Чем больше Карина слушала ее нехитрый искренний рассказ, тем больше узнавала себя и свою историю.
Леля любила Олега до умопомрачения, до потери над собой всякой власти. Любила так, что боялась. Боялась всего: не угодить, надоесть, показаться глупой. Но больше всего она боялась стать ненужной.
«А ведь они женаты, с горечью подумала Карина. Стало быть, и меня бы не спасло замужество. Есть сила в людях, которая не поддается ни штампам в паспорте, ни другим условностям. Она властвует над нами и вышвыривает, когда захочет. Тогда ничто не удержит рядом с тобой твое счастье».
Все, что Карина не понимала, тогда совсем юная и безнадежно влюбленная, теперь представлялось ей ясным и очевидным.
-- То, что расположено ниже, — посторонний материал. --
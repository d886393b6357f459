//! Reading logs back, and finding out whether they are whole.

use std::fs;
use std::io;
use std::path::{Path, PathBuf};

use super::entry::{CellEntry, Entry, Line, ORIGIN, What};
use super::store::{ENDING, chained};

/// A session as its log tells it.
#[derive(Debug, Clone, PartialEq)]
pub struct Session {
    /// The name by which it is asked for.
    pub id: String,
    /// The file.
    pub path: PathBuf,
    /// The entries up to the first that cannot be trusted.
    pub entries: Vec<Entry>,
    /// How the file ends.
    pub state: State,
}

/// Whether a log is whole.
#[derive(Debug, Clone, PartialEq, Eq)]
pub enum State {
    /// It ends with an entry; the session may still go on.
    Whole,
    /// It ends in the middle of an entry, as a crash leaves it.
    CutShort,
    /// The entry of this number is not as it was written, or something is missing before it.
    Altered(u64),
}

/// Why a session cannot be told.
#[derive(Debug, thiserror::Error)]
pub enum LogError {
    /// The folder or a file.
    #[error("could not read {}: {source}", path.display())]
    Files {
        /// The path.
        path: PathBuf,
        /// What the system said.
        source: io::Error,
    },
    /// No session of this name.
    #[error("there is no session `{asked}`; `semiaxis log` lists those that there are")]
    Unknown {
        /// What was asked for.
        asked: String,
    },
    /// Several sessions of this beginning.
    #[error("`{asked}` could be {}; more of the name is needed", found.join(", "))]
    Several {
        /// What was asked for.
        asked: String,
        /// What it could be.
        found: Vec<String>,
    },
}

/// All sessions of a folder, oldest first.
///
/// # Errors
/// The folder is there and cannot be read.
pub fn sessions(folder: &Path) -> Result<Vec<Session>, LogError> {
    let entries = match fs::read_dir(folder) {
        Ok(entries) => entries,
        Err(error) if error.kind() == io::ErrorKind::NotFound => return Ok(Vec::new()),
        Err(source) => return Err(LogError::Files { path: folder.to_owned(), source }),
    };
    let mut paths: Vec<PathBuf> = entries
        .flatten()
        .map(|entry| entry.path())
        .filter(|path| path.extension().is_some_and(|ending| ending == ENDING))
        .collect();
    paths.sort();
    paths.iter().map(|path| session(path)).collect()
}

/// One session by its name, by the beginning of its name, or `last`.
///
/// # Errors
/// There is none, or more than one.
pub fn find(folder: &Path, asked: &str) -> Result<Session, LogError> {
    let mut all = sessions(folder)?;
    if asked == "last"
        && let Some(last) = all.pop()
    {
        return Ok(last);
    }
    let mut found: Vec<Session> =
        all.into_iter().filter(|session| session.id.starts_with(asked)).collect();
    match (found.pop(), found.is_empty()) {
        (Some(one), true) => Ok(one),
        (Some(last), false) => {
            let found = found.iter().chain([&last]).map(|session| session.id.clone()).collect();
            Err(LogError::Several { asked: asked.to_owned(), found })
        }
        (None, _) => Err(LogError::Unknown { asked: asked.to_owned() }),
    }
}

fn session(path: &Path) -> Result<Session, LogError> {
    let bytes =
        fs::read(path).map_err(|source| LogError::Files { path: path.to_owned(), source })?;
    let stem = path.file_stem().unwrap_or_default().to_string_lossy().into_owned();
    // Behind the time stands what the session was named.
    let id = stem.split_once('-').map_or(stem.clone(), |(_, id)| id.to_owned());
    let (entries, state) = parse(&bytes);
    Ok(Session { id, path: path.to_owned(), entries, state })
}

/// The entries of a log, up to the first that is not as it was written.
fn parse(bytes: &[u8]) -> (Vec<Entry>, State) {
    let mut entries = Vec::new();
    let mut before = ORIGIN.to_owned();
    let mut rest = bytes;
    while !rest.is_empty() {
        let Some(end) = rest.iter().position(|byte| *byte == b'\n') else {
            return (entries, State::CutShort);
        };
        let (line, after) = (&rest[..end], &rest[end + 1..]);
        let number = entries.len() as u64;
        let Some(line) = whole_line(line, &before).filter(|line| line.entry.n == number) else {
            return (entries, State::Altered(number));
        };
        before = line.hash;
        entries.push(line.entry);
        rest = after;
    }
    (entries, State::Whole)
}

/// An entry and its hash, if the line is as it was written behind another. What counts is the text
/// of the entry as it stands there: read and written again, a number may have another last digit.
fn whole_line(bytes: &[u8], before: &str) -> Option<Line> {
    let text = std::str::from_utf8(bytes).ok()?;
    let line: Line = serde_json::from_str(text).ok()?;
    let start = format!("{{\"hash\":\"{}\",\"before\":\"{before}\",\"entry\":", line.hash);
    let entry = text.strip_prefix(&start)?.strip_suffix('}')?;
    (line.hash == chained(before, entry)).then_some(line)
}

impl Session {
    /// The cells that were run, with their entries.
    pub fn cells(&self) -> impl Iterator<Item = (&Entry, &CellEntry)> {
        self.entries.iter().filter_map(|entry| match &entry.what {
            What::Cell(cell) => Some((entry, &**cell)),
            _ => None,
        })
    }

    /// Whether the wall clock went back while the session ran.
    pub fn clock_went_back(&self) -> bool {
        self.entries.windows(2).any(|pair| pair[1].at < pair[0].at)
    }
}
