//! The session log: what ran in each session, kept so that it can be found again.
//!
//! Each session writes one file of JSON lines into the user's data folder, readable by its owner only.
//! A line holds an entry and a hash over the entry and the hash of the line before, so that a changed,
//! added or missing line is noticed; what a crash cuts off at the end is the only loss that is not.
//! An entry is handed to the system before the cell's reply is sent, and pushed to the disk behind it.
//!
//! [`entry`] is what is kept, [`store`] writes, [`read`] reads and checks, [`tell`] shows sessions and
//! turns one into a notebook.

pub mod entry;
pub mod read;
pub mod store;
pub mod tell;
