//! What the tables say.

use nalgebra::{DMatrix, dmatrix};

use super::correlated;
use crate::components::{
    ComponentOptions, Decomposition, RandomisedOptions, Scaling, principal_components,
    principal_components_with,
};
use crate::exhibit::Exhibit;
use crate::table::DataMatrix;

fn plain(of: &dyn Exhibit) -> String {
    of.exhibit().text("text/plain").unwrap().split_whitespace().collect::<Vec<_>>().join(" ")
}

#[test]
fn a_table_of_components_says_how_they_were_made() {
    let x = DataMatrix::from_unnamed(correlated(30, 5, 1)).unwrap();
    let weighted = x.with_weights((0..30).map(|i| 1.0 + i as f64)).unwrap();
    let pca = principal_components(&weighted, Scaling::Correlation).unwrap();
    let text = plain(&pca);
    assert!(text.contains("30 rows of unequal weight and 5 variables"), "{text}");
    assert!(text.contains("by cross-product of the variables"), "{text}");
    assert!(!text.contains("left out") && !text.contains("searched"), "{text}");
    assert_eq!(plain(pca.fitted()), text);

    let options = RandomisedOptions::new().seed(4);
    let options = ComponentOptions::new(Scaling::Correlation)
        .keep(2)
        .decomposition(Decomposition::Randomised(options));
    let two = principal_components_with(&x, options).unwrap();
    let text = plain(&two);
    assert!(text.contains("Only the first 2 components kept"), "{text}");
    assert!(text.contains("5 directions searched at random, refined 4 times, seed 4"), "{text}");
    assert!(text.contains("residual") && text.contains("equation 4.3"), "{text}");
}

#[test]
fn a_table_of_components_names_ties() {
    let square = dmatrix![1.0, 1.0; 1.0, -1.0; -1.0, 1.0; -1.0, -1.0];
    let fit = |x: DMatrix<f64>| {
        principal_components(&DataMatrix::from_unnamed(x).unwrap(), Scaling::Covariance).unwrap()
    };
    let text = plain(&fit(square));
    assert!(text.contains("can tell: PC1 and PC2."), "{text}");
}
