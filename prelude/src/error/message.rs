//! The words of the prelude's errors.
//!
//! Messages are lower case without a final period. Text that comes from outside is cut when long
//! and printed with its control characters escaped.

use std::fmt;

use super::Error;
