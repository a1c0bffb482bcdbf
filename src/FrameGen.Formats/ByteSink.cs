using System.Text;

namespace FrameGen.Formats;

/// <summary>A growing run of bytes that numbers and plain text are written to.</summary>
internal sealed class ByteSink(int capacity = 16384)
{
    private static readonly long[] PowersOfTen = [1, 10, 100, 1_000, 10_000, 100_000, 1_000_000, 10_000_000, 100_000_000];
    private byte[] _bytes = new byte[capacity];

    /// <summary>Bytes written so far.</summary>
    public int Length { get; private set; }

    /// <summary>What was written so far.</summary>
    public ReadOnlySpan<byte> Written => _bytes.AsSpan(0, Length);

    /// <summary>A copy of what was written.</summary>
    public byte[] ToArray() => Written.ToArray();

    /// <summary>Adds one byte.</summary>
    public ByteSink Byte(byte value)
    {
        Room(1)[0] = value;
        Length++;
        return this;
    }

    /// <summary>Adds bytes as they are.</summary>
    public ByteSink Bytes(ReadOnlySpan<byte> values)
    {
        values.CopyTo(Room(values.Length));
        Length += values.Length;
        return this;
    }

    /// <summary>Adds characters below 128.</summary>
    public ByteSink Ascii(string text)
    {
        Length += Encoding.ASCII.GetBytes(text, Room(text.Length));
        return this;
    }

    /// <summary>Adds a whole number.</summary>
    public ByteSink Integer(long value)
    {
        if (!value.TryFormat(Room(20), out int written, default, System.Globalization.CultureInfo.InvariantCulture))
        {
            throw new InvalidOperationException("A whole number of 64 bits takes 20 bytes at most.");
        }

        Length += written;
        return this;
    }

    /// <summary>Adds a decimal number, rounded half away from zero, without needless zeros; never <c>-0</c>.</summary>
    /// <param name="value">Finite, no more than 1e9 in size.</param>
    /// <param name="decimals">At most so many, 0 to 8.</param>
    /// <param name="keepPoint">True to print <c>2.0</c> rather than <c>2</c>.</param>
    /// <exception cref="ArgumentOutOfRangeException">The value is not finite or too large for a drawing.</exception>
    public ByteSink Decimal(double value, int decimals, bool keepPoint = false)
    {
        if (!(Math.Abs(value) <= 1e9))
        {
            throw new ArgumentOutOfRangeException(nameof(value), value, "A drawing holds finite numbers of no more than 1e9.");
        }

        long scale = PowersOfTen[decimals];
        long units = (long)Math.Round(value * scale, MidpointRounding.AwayFromZero);
        if (units < 0)
        {
            Byte((byte)'-');
            units = -units;
        }

        (long whole, long rest) = Math.DivRem(units, scale);
        Integer(whole);
        if (rest == 0)
        {
            return keepPoint ? Bytes(".0"u8) : this;
        }

        int digits = decimals;
        while (rest % 10 == 0)
        {
            rest /= 10;
            digits--;
        }

        Span<byte> span = Room(digits + 1);
        for (int i = digits; i > 0; i--)
        {
            (rest, long digit) = Math.DivRem(rest, 10);
            span[i] = (byte)('0' + digit);
        }

        span[0] = (byte)'.';
        Length += digits + 1;
        return this;
    }

    private Span<byte> Room(int size)
    {
        if (_bytes.Length - Length < size)
        {
            Array.Resize(ref _bytes, Math.Max(_bytes.Length * 2, Length + size));
        }

        return _bytes.AsSpan(Length);
    }
}
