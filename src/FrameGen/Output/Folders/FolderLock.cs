namespace FrameGen.Output.Folders;

/// <summary>Keeps two programs from writing to one folder at once.</summary>
internal static class FolderLock
{
    private const int Tries = 50;
    private const int PauseMilliseconds = 100;

    /// <summary>Takes the lock, waiting up to five seconds for another program; it goes with the stream, or with the program.</summary>
    /// <param name="path">The lock file, made and removed here.</param>
    /// <param name="folder">What is locked, for the message.</param>
    /// <exception cref="IOException">Another program holds it, or nothing can be written there.</exception>
    public static FileStream Take(string path, string folder)
    {
        for (int left = Tries; ; left--)
        {
            try
            {
                return new FileStream(path, FileMode.OpenOrCreate, FileAccess.ReadWrite, FileShare.None, bufferSize: 1, FileOptions.DeleteOnClose);
            }
            catch (IOException e) when (e is not (DirectoryNotFoundException or FileNotFoundException or PathTooLongException) && File.Exists(path))
            {
                if (left == 0)
                {
                    throw new IOException($"another build is writing to {folder}; try again when it is done", e);
                }

                Thread.Sleep(PauseMilliseconds);
            }
            catch (Exception e) when (e is IOException or UnauthorizedAccessException)
            {
                throw new IOException($"can't write beside {folder}: {e.Message}", e);
            }
        }
    }
}
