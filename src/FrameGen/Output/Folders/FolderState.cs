using System.Security.Cryptography;

namespace FrameGen.Output.Folders;

/// <summary>What lies in an output folder, held against its manifest. Links are not followed.</summary>
/// <param name="Manifest">Null where there is none, or none that can be read.</param>
/// <param name="Known">Paths of files that are as the manifest says, and of the manifest itself.</param>
/// <param name="Changed">Paths of files whose bytes are not those of the manifest; the manifest's own where it can't be read.</param>
/// <param name="Missing">Paths of the manifest that are not there.</param>
/// <param name="Extra">Paths that no build wrote.</param>
internal sealed record FolderState(
    Manifest? Manifest,
    IReadOnlyList<string> Known,
    IReadOnlyList<string> Changed,
    IReadOnlyList<string> Missing,
    IReadOnlyList<string> Extra)
{
    private static readonly string HashOfNothing = Manifest.Hash([]);

    private static readonly EnumerationOptions Everything = new() { AttributesToSkip = FileAttributes.None, IgnoreInaccessible = false };

    /// <summary>Files that are not a build's own any more: those a build must not delete.</summary>
    public IReadOnlyList<string> Foreign => [.. Changed, .. Extra];

    /// <summary>Looks at every file of a folder.</summary>
    /// <exception cref="IOException">It can't be read.</exception>
    /// <exception cref="UnauthorizedAccessException">It can't be read.</exception>
    public static FolderState Examine(string folder)
    {
        Manifest? manifest = ReadManifest(folder);
        var expected = new Dictionary<string, string>(StringComparer.Ordinal);
        foreach (ManifestEntry entry in manifest?.Files ?? [])
        {
            expected[entry.Path] = entry.Sha256;
        }

        List<string> found = [.. Files(new DirectoryInfo(folder), string.Empty).Order(StringComparer.Ordinal)];
        var known = new List<string>();
        var changed = new List<string>();
        var extra = new List<string>();
        foreach (string path in found)
        {
            List<string> list = (path, expected.TryGetValue(path, out string? hash)) switch
            {
                (Manifest.FileName, _) => manifest is null ? changed : known,
                (_, false) => extra,
                _ => HasHash(Path.Join(folder, path), hash!) ? known : changed,
            };
            list.Add(path);
        }

        var there = new HashSet<string>(found, StringComparer.Ordinal);
        List<string> missing = [.. expected.Keys.Where(p => !there.Contains(p)).Order(StringComparer.Ordinal)];
        if (!there.Contains(Manifest.FileName))
        {
            missing.Add(Manifest.FileName);
        }

        return new FolderState(manifest, known, changed, missing, extra);
    }

    private static Manifest? ReadManifest(string folder)
    {
        var file = new FileInfo(Path.Join(folder, Manifest.FileName));
        return file.Exists && file.LinkTarget is null ? Manifest.Read(File.ReadAllBytes(file.FullName)) : null;
    }

    private static IEnumerable<string> Files(DirectoryInfo folder, string prefix)
    {
        foreach (FileSystemInfo entry in folder.EnumerateFileSystemInfos("*", Everything))
        {
            if (entry is DirectoryInfo inner && inner.LinkTarget is null)
            {
                foreach (string path in Files(inner, $"{prefix}{entry.Name}/"))
                {
                    yield return path;
                }
            }
            else
            {
                yield return prefix + entry.Name;
            }
        }
    }

    private static bool HasHash(string path, string hash)
    {
        var file = new FileInfo(path);
        if (file.LinkTarget is not null)
        {
            return false;
        }

        if (file.Length == 0)
        {
            // Pipes and devices have no length; opening one could wait for ever.
            return string.Equals(hash, HashOfNothing, StringComparison.Ordinal);
        }

        using FileStream stream = File.OpenRead(path);
        return string.Equals(Convert.ToHexStringLower(SHA256.HashData(stream)), hash, StringComparison.Ordinal);
    }
}
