using System.Runtime.InteropServices;

namespace FrameGen.Output.Folders;

/// <summary>Exchanges two folders in one step, where the system can.</summary>
internal static partial class FolderExchange
{
    private const int CurrentFolder = -100; // AT_FDCWD
    private const uint Exchange = 2;        // RENAME_EXCHANGE
    private const int NotPermittedAcrossDevices = 18; // EXDEV: some layered file systems say so of older folders
    private const int NotKnown = 22;        // EINVAL: the file system can't exchange
    private const int NoSuchCall = 38;      // ENOSYS
    private const int NotSupported = 95;    // EOPNOTSUPP

    /// <summary>Exchanges the names of two folders that exist, in one file system.</summary>
    /// <returns>False where the system or the file system has no such step; then nothing has changed.</returns>
    /// <exception cref="IOException">The system has it and refused.</exception>
    public static bool Try(string one, string other)
    {
        if (!OperatingSystem.IsLinux())
        {
            return false;
        }

        try
        {
            if (RenameAt2(CurrentFolder, one, CurrentFolder, other, Exchange) == 0)
            {
                return true;
            }
        }
        catch (EntryPointNotFoundException)
        {
            return false; // an older C library
        }

        int error = Marshal.GetLastPInvokeError();
        return error is NotKnown or NoSuchCall or NotSupported or NotPermittedAcrossDevices
            ? false
            : throw new IOException($"can't exchange {one} and {other}: {Marshal.GetPInvokeErrorMessage(error)}");
    }

    [LibraryImport("libc", EntryPoint = "renameat2", SetLastError = true, StringMarshalling = StringMarshalling.Utf8)]
    [DefaultDllImportSearchPaths(DllImportSearchPath.SafeDirectories)]
    private static partial int RenameAt2(int oldFolder, string oldPath, int newFolder, string newPath, uint flags);
}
«Бедная девочка, пожалела она про себя. Ведь она не ведает, как когда-то и я: нельзя быть виноватым в том, что тебя не любят так, как любишь ты. Как нельзя быть виноватым и за то, что не любишь так, как любят тебя».
Карина вздохнула. Леля осеклась на полуслове и вопросительно поглядела на свою утешительницу.
Я невыносимая! сказала она с отчаянием. Впервые увидела человека, приперлась в дом почти ночью и рот не могу закрыть. Ужасно, да?
Нет, засмеялась Карина. Ничего ты не ужасная. Все у вас будет хорошо. Милые бранятся только тешатся.
Это не про нас, тихо возразила Леля, насупившись.
Ну почему? неуверенно произнесла она. И про вас тоже.
Потому, что мы не милые, упрямо сказала Леля. То есть я не милая.
Скажешь тоже! Зачем же он женился на тебе, если ты ему не милая? Его что, заставлял кто-то?
Не знаю, вздохнула Леля. Вот честное слово, все время спрашиваю себя, зачем. И не знаю. Я думаю она замялась, думаю, запутался он во мне. Вроде как в тряпье, понимаешь? Лежало под ногами ненужное, он и завяз. И трудно распутаться. И лень.